Stored data:
----------

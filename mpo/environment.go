package mpo

import (
	"fmt"
	"slices"

	"rundle/internal/dense"
	"rundle/internal/task"
	"rundle/mps/block"
)

// An environment is the contraction of all sites on one side of a bond with the MPO between bra and ket (Schollwoeck 2011,
// section 6). It is a rank-three tensor of total charge zero with q(bra) = q(ket) + q(MPO index) on both sides. Its axes are
//
//	left   (bra Out, MPO In, ket In)
//	right  (MPO In, ket In, bra Out)
//
// chosen so that each step of its growth is one GEMM a block pair.

// LeftEdge returns the environment left of the first site: one element, 1.
func LeftEdge[T dense.Scalar](o *Operator[T]) *block.Tensor[T] {
	unit := block.NewAxis(block.In, block.Sector{Dim: 1})
	s := block.NewStructure(o.Group, []block.Axis{unit.Reversed(), unit, unit}, block.Charge{})
	t := block.New[T](s)
	t.Block(0)[0] = dense.FromFloat[T](1)
	return t
}

// RightEdge returns the environment right of the last site: one element, 1, if the operator leads from the total charge
// ket to the total charge bra; otherwise the tensor has no blocks and every matrix element is zero.
func RightEdge[T dense.Scalar](o *Operator[T], bra, ket block.Charge) *block.Tensor[T] {
	one := func(f block.Flow, c block.Charge) block.Axis {
		return block.NewAxis(f, block.Sector{Charge: c, Dim: 1})
	}
	axes := []block.Axis{o.Bonds[len(o.Bonds)-1].Axis(block.In), one(block.In, ket), one(block.Out, bra)}
	t := block.New[T](block.NewStructure(o.Group, axes, block.Charge{}))
	if len(t.Blocks) > 0 {
		t.Block(0)[0] = dense.FromFloat[T](1)
	}
	return t
}

// Growth is the planned step of an environment across one site. A plan may be run as long as the structures of all
// that enters stay the same.
type Growth[T dense.Scalar] struct {
	Out  *block.Structure
	net  network[T]
	left bool
}

// Flops returns the operations of one run.
func (g *Growth[T]) Flops() float64 { return g.net.flops() }

// Run overwrites out.Data (of structure g.Out) with the environment one site further on.
func (g *Growth[T]) Run(out, env, bra, ket *block.Tensor[T], ws *Workspace[T], pool *task.Pool) {
	if len(out.Data) != g.Out.Size {
		panic(fmt.Sprintf("mpo: environment slab of %d elements where the plan has %d", len(out.Data), g.Out.Size))
	}
	if g.left {
		g.net.run(out.Data, env.Data, ket.Data, bra.Data, nil, ws, pool)
	} else {
		g.net.run(out.Data, ket.Data, env.Data, nil, bra.Data, ws, pool)
	}
}

// GrowLeft returns the left environment one site to the right of env: env, the site tensors bra and ket (axes left In,
// site In, right Out) and the MPO of the site.
func GrowLeft[T dense.Scalar](o *Operator[T], site int, env, bra, ket *block.Tensor[T], ws *Workspace[T], pool *task.Pool) *block.Tensor[T] {
	g := NewPlanner(o).Left(site, env.Structure, bra.Structure, ket.Structure)
	out := block.New[T](g.Out)
	g.Run(out, env, bra, ket, ws, pool)
	return out
}

// GrowRight returns the right environment one site to the left of env.
func GrowRight[T dense.Scalar](o *Operator[T], site int, env, bra, ket *block.Tensor[T], ws *Workspace[T], pool *task.Pool) *block.Tensor[T] {
	g := NewPlanner(o).Right(site, env.Structure, bra.Structure, ket.Structure)
	out := block.New[T](g.Out)
	g.Run(out, env, bra, ket, ws, pool)
	return out
}

// Left plans the growth of a left environment: out(r', w, r) = sum conj(bra(l', s', r')) W(a, w; s', s) env(l', a, l) ket(l, s, r).
func (p *Planner[T]) Left(site int, env, bra, ket *block.Structure) *Growth[T] {
	w := p.site(site)
	mustMeet("left", site, env.Axes, []block.Axis{bra.Axes[0].Reversed(), w.wl, ket.Axes[0]})
	out := block.NewStructure(w.group, []block.Axis{bra.Axes[2], w.wr, ket.Axes[2].Reversed()}, block.Charge{})
	g := &Growth[T]{Out: out, left: true}
	var x, y slab
	source := newLeftSource(&g.net, w, env, asKet(ket), &x)
	// For each result block the bra blocks that end in r', rows (l', s') of y, columns (w, r).
	byRight := blocksByAxis(bra, 2)
	for i := range out.Blocks {
		ob := &out.Blocks[i]
		to, v, r := ob.Sectors[0], ob.Sectors[1], ob.Sectors[2]
		cols := ob.Shape[1] * ob.Shape[2]
		for _, b := range byRight[to] {
			bb := &bra.Blocks[b]
			if !source.moves(&g.net, bb.Sectors[0], v, bb.Sectors[1], r) {
				continue
			}
			rows := bb.Shape[0] * bb.Shape[1]
			at := g.net.piece(&y, rows*cols)
			g.net.chained(gemmTask{a: bb.Offset, b: at, c: ob.Offset, m: bb.Shape[2], n: cols, k: rows,
				lda: bb.Shape[2], ldb: cols, ldc: cols, opA: dense.ConjTrans})
		}
		g.net.endChain()
	}
	g.net.seal(x, y)
	return g
}

// Right plans the growth of a right environment: out(a, l, l') = sum W(a, w; s', s) ket(l, s, r) env(w, r, r') conj(bra(l', s', r')).
func (p *Planner[T]) Right(site int, env, bra, ket *block.Structure) *Growth[T] {
	w := p.site(site)
	mustMeet("right", site, env.Axes, []block.Axis{w.wr, ket.Axes[2].Reversed(), bra.Axes[2]})
	out := block.NewStructure(w.group, []block.Axis{w.wl, ket.Axes[0], bra.Axes[0].Reversed()}, block.Charge{})
	g := &Growth[T]{Out: out}
	var x, y slab
	source := newRightSource(&g.net, w, env, asKet(ket), &x)
	down := steps(w.group, bra.Axes[2], -1, w.wr, ket.Axes[2])
	byLeft := blocksByAxis(bra, 0)
	for i := range out.Blocks {
		ob := &out.Blocks[i]
		a, l, to := ob.Sectors[0], ob.Sectors[1], ob.Sectors[2]
		rows := ob.Shape[0] * ob.Shape[1]
		for _, b := range byLeft[to] {
			bb := &bra.Blocks[b]
			if !source.moves(&g.net, down, a, bb.Sectors[1], l, bb.Sectors[2]) {
				continue
			}
			cols := bb.Shape[1] * bb.Shape[2]
			at := g.net.piece(&y, rows*cols)
			g.net.chained(gemmTask{a: at, b: bb.Offset, c: ob.Offset, m: rows, n: bb.Shape[0], k: cols,
				lda: cols, ldb: cols, ldc: bb.Shape[0], opB: dense.ConjTrans})
		}
		g.net.endChain()
	}
	g.net.seal(x, y)
	return g
}

// mustMeet panics unless an environment fits the bonds that it stands on.
func mustMeet(side string, site int, env, want []block.Axis) {
	if !slices.EqualFunc(env, want, block.Axis.Equal) {
		panic(fmt.Sprintf("mpo: %s environment with the axes %v at site %d; the sites have %v", side, env, site, want))
	}
}

// blocksByAxis lists the blocks of a structure by their sector on one axis.
func blocksByAxis(s *block.Structure, axis int) [][]int {
	by := make([][]int, len(s.Axes[axis].Sectors))
	for i := range s.Blocks {
		q := s.Blocks[i].Sectors[axis]
		by[q] = append(by[q], i)
	}
	return by
}
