package main

import (
	"cmp"
	"context"
	"path/filepath"
	"runtime/debug"

	"rundle/internal/modelfile"
	"rundle/internal/runfolder"
	"rundle/internal/solve"
)

// collectorLeast is the memory of the program beside what a cap speaks of.
const collectorLeast = 64 << 20

type solveCommand struct {
	File   string `arg:"" help:"Model file (TOML)."`
	Out    string `name:"out" placeholder:"DIR" help:"Run folder; default: the model file's name beside it, with .run."`
	Fresh  bool   `name:"fresh" help:"Move the run that is there aside and begin anew."`
	Start  string `name:"start" placeholder:"DIR" help:"Begin from the state of another run."`
	Every  string `name:"checkpoint-every" placeholder:"TIME" help:"Least time between two checkpoints, such as \"10m\"; default: 30 s, more where they take long."`
	Memory string `name:"memory" placeholder:"SIZE" help:"Cap on the memory of state and environments, such as \"8 GiB\"."`
}

func (k solveCommand) run(c *console) (int, error) {
	opt := solve.Options{Dir: k.Out, Fresh: k.Fresh, StartDir: k.Start, Threads: c.threads, Version: release}
	var err error
	if k.Memory != "" {
		if opt.Memory, err = modelfile.Size(k.Memory); err != nil {
			return 0, &usageError{"--memory: " + err.Error(), ""}
		}
	}
	if k.Every != "" {
		if opt.CheckpointEvery, err = modelfile.Duration(k.Every); err != nil {
			return 0, &usageError{"--checkpoint-every: " + err.Error(), ""}
		}
	}
	m, err := load(k.File)
	if err != nil {
		return 0, err
	}
	for _, w := range m.Hamiltonian.Warnings() {
		c.say("warning: %s", w)
	}
	if cap := cmp.Or(opt.Memory, m.Solve.Memory); cap > 0 {
		// The collector has to keep up: what is free already must not stand in the way of the cap.
		debug.SetMemoryLimit(cap + cap/10 + collectorLeast)
	}
	ctx, release := untilSignal(context.Background(), c.stderr)
	defer release()
	show := newDisplay(c.stderr)
	opt.OnProgress = show.update
	opt.OnNote = func(note string) { c.say("%s", note) }
	out, err := solve.Run(ctx, m, opt)
	show.close()
	if err != nil {
		return 0, err
	}
	return c.report(out)
}

// report prints what a run came to and returns its exit code.
func (c *console) report(out *solve.Outcome) (int, error) {
	if out.Stopped {
		c.say("stopped; the same command goes on from %s", filepath.Join(out.Dir, runfolder.CheckpointName))
		if c.json {
			return exitStopped, c.document(stoppedDocument{"rundle-stopped/1", exitStopped, out.Dir})
		}
		return exitStopped, nil
	}
	if out.Returned {
		c.say("%s holds these results already", out.Dir)
	}
	if err := c.results(out.Result, "run folder: "+out.Dir); err != nil {
		return 0, err
	}
	switch {
	case out.Limited() && !out.Returned:
		c.say("the time is up; the same command goes on")
		return exitStopped, nil
	case !out.Result.Converged():
		return exitNotConverged, nil
	}
	return exitDone, nil
}

type stoppedDocument struct {
	Format string `json:"format"`
	Exit   int    `json:"exit"`
	Folder string `json:"folder"`
}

----------

What the exercise asks:
Would you please repeat exactly the lines above, starting at the line with "from the total charge" and stopping at the line with "element is zero.", both included?

Expected answer:
// RightEdge returns the environment right of the last site: one element, 1, if the operator leads from the total charge
// ket to the total charge bra; otherwise the tensor has no blocks and every matrix element is zero.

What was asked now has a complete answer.